◆ TASK TO COMPLETE
In the listing below, locate the line containing "data cut: 2026-04-29" and the line containing "0x5349_5445_0000_0000 // + site index". Output both of them and every line between, exactly as written, and nothing more.

________________________________________

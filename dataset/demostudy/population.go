package demostudy

import (
	"fmt"
	"math"
	"math/rand/v2"
	"slices"
	"time"
)

// Calendar. Days are whole days counted from baseDate (day 0), which is the first
// possible informed-consent date. All values invented.
var baseDate = time.Date(2025, time.February, 3, 0, 0, 0, 0, time.UTC)

const (
	enrolDays    = 300 // first-cut subjects consent on days 0..299, evenly spread by index
	cut1Day      = 330 // first data cut: 2025-12-30
	newEnrolFrom = 331 // second-cut new subjects consent on days 331..390
	newEnrolDays = 60
	cut2Day      = 450 // second data cut: 2026-04-29
)

// Random stream identifiers (second PCG word); the first word is Config.Seed.
const (
	streamStudy    = 0x5354_5544_5900_0000
	streamSite     = 0x5349_5445_0000_0000 // + site index
	streamScreen   = 0x5343_5245_0000_0000 // + subject index: demography, screening visit
	streamFollowUp = 0x464f_4c4c_0000_0000 // + subject index: randomised period
	streamFab      = 0x4641_4252_0000_0000 // + subject index: noise of a fabricated copy
)

// Visit schedule (protocol, invented). Study day 1 is the first dose (V2); V1 is the
// screening visit 1 to 14 days before it.
type plannedVisit struct {
	num    int
	name   string
	day    int // planned study day (first dose = day 1)
	window int // ± days allowed around day
}

var schedule = [...]plannedVisit{
	{1, "SCREENING", -7, 7}, // day -14..-1, drawn separately
	{2, "RANDOMISATION", 1, 0},
	{3, "WEEK 2", 15, 3},
	{4, "WEEK 4", 29, 3},
	{5, "WEEK 8", 57, 5},
	{6, "FOLLOW-UP", 71, 7},
}

// labVisits are the visits with a blood draw.
func labVisit(num int) bool { return num == 1 || num == 4 || num == 6 }

// Arms. Placebo, 10 mg and 20 mg of the invented oral drug CFX-17, 1:1:1 in permuted
// blocks of 6 within site (common practice for a multicentre trial).
var arms = [...]struct {
	code, name, trt string
	dose            float64
}{
	{"PBO", "Placebo", "PLACEBO", 0},
	{"CFX10", "CFX-17 10 mg", "CFX-17", 10},
	{"CFX20", "CFX-17 20 mg", "CFX-17", 20},
}

// Countries: sites are split into four countries in order. Race and ethnicity mixes
// are invented, loosely shaped from memory on each country's population.
var countries = [...]struct {
	code     string
	race     []string
	raceW    []float64
	hispanic float64 // P(HISPANIC OR LATINO)
	notRep   float64 // P(ETHNIC = NOT REPORTED)
	yearOnly bool    // sites record birth year only (invented national practice)
}{
	{"USA", []string{"WHITE", "BLACK OR AFRICAN AMERICAN", "ASIAN", "AMERICAN INDIAN OR ALASKA NATIVE", "MULTIPLE"},
		[]float64{0.66, 0.22, 0.07, 0.02, 0.03}, 0.15, 0.01, false},
	{"CAN", []string{"WHITE", "ASIAN", "BLACK OR AFRICAN AMERICAN", "AMERICAN INDIAN OR ALASKA NATIVE", "MULTIPLE"},
		[]float64{0.75, 0.15, 0.05, 0.03, 0.02}, 0.02, 0.02, false},
	{"GBR", []string{"WHITE", "ASIAN", "BLACK OR AFRICAN AMERICAN", "MULTIPLE"},
		[]float64{0.84, 0.09, 0.05, 0.02}, 0.01, 0.03, false},
	{"DEU", []string{"WHITE", "ASIAN", "BLACK OR AFRICAN AMERICAN", "MULTIPLE"},
		[]float64{0.93, 0.03, 0.02, 0.02}, 0.01, 0.30, true},
}

// Disposition decodes (CDISC CT NCOMPLT values, from memory).
const (
	dsCompleted  = "COMPLETED"
	dsAE         = "ADVERSE EVENT"
	dsWithdrawal = "WITHDRAWAL BY SUBJECT"
	dsLost       = "LOST TO FOLLOW-UP"
	dsScreenFail = "SCREEN FAILURE"
)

________________________________________

◆ WRITTEN SOLUTION
	cut2Day      = 450 // second data cut: 2026-04-29
)

// Random stream identifiers (second PCG word); the first word is Config.Seed.
const (
	streamStudy    = 0x5354_5544_5900_0000
	streamSite     = 0x5349_5445_0000_0000 // + site index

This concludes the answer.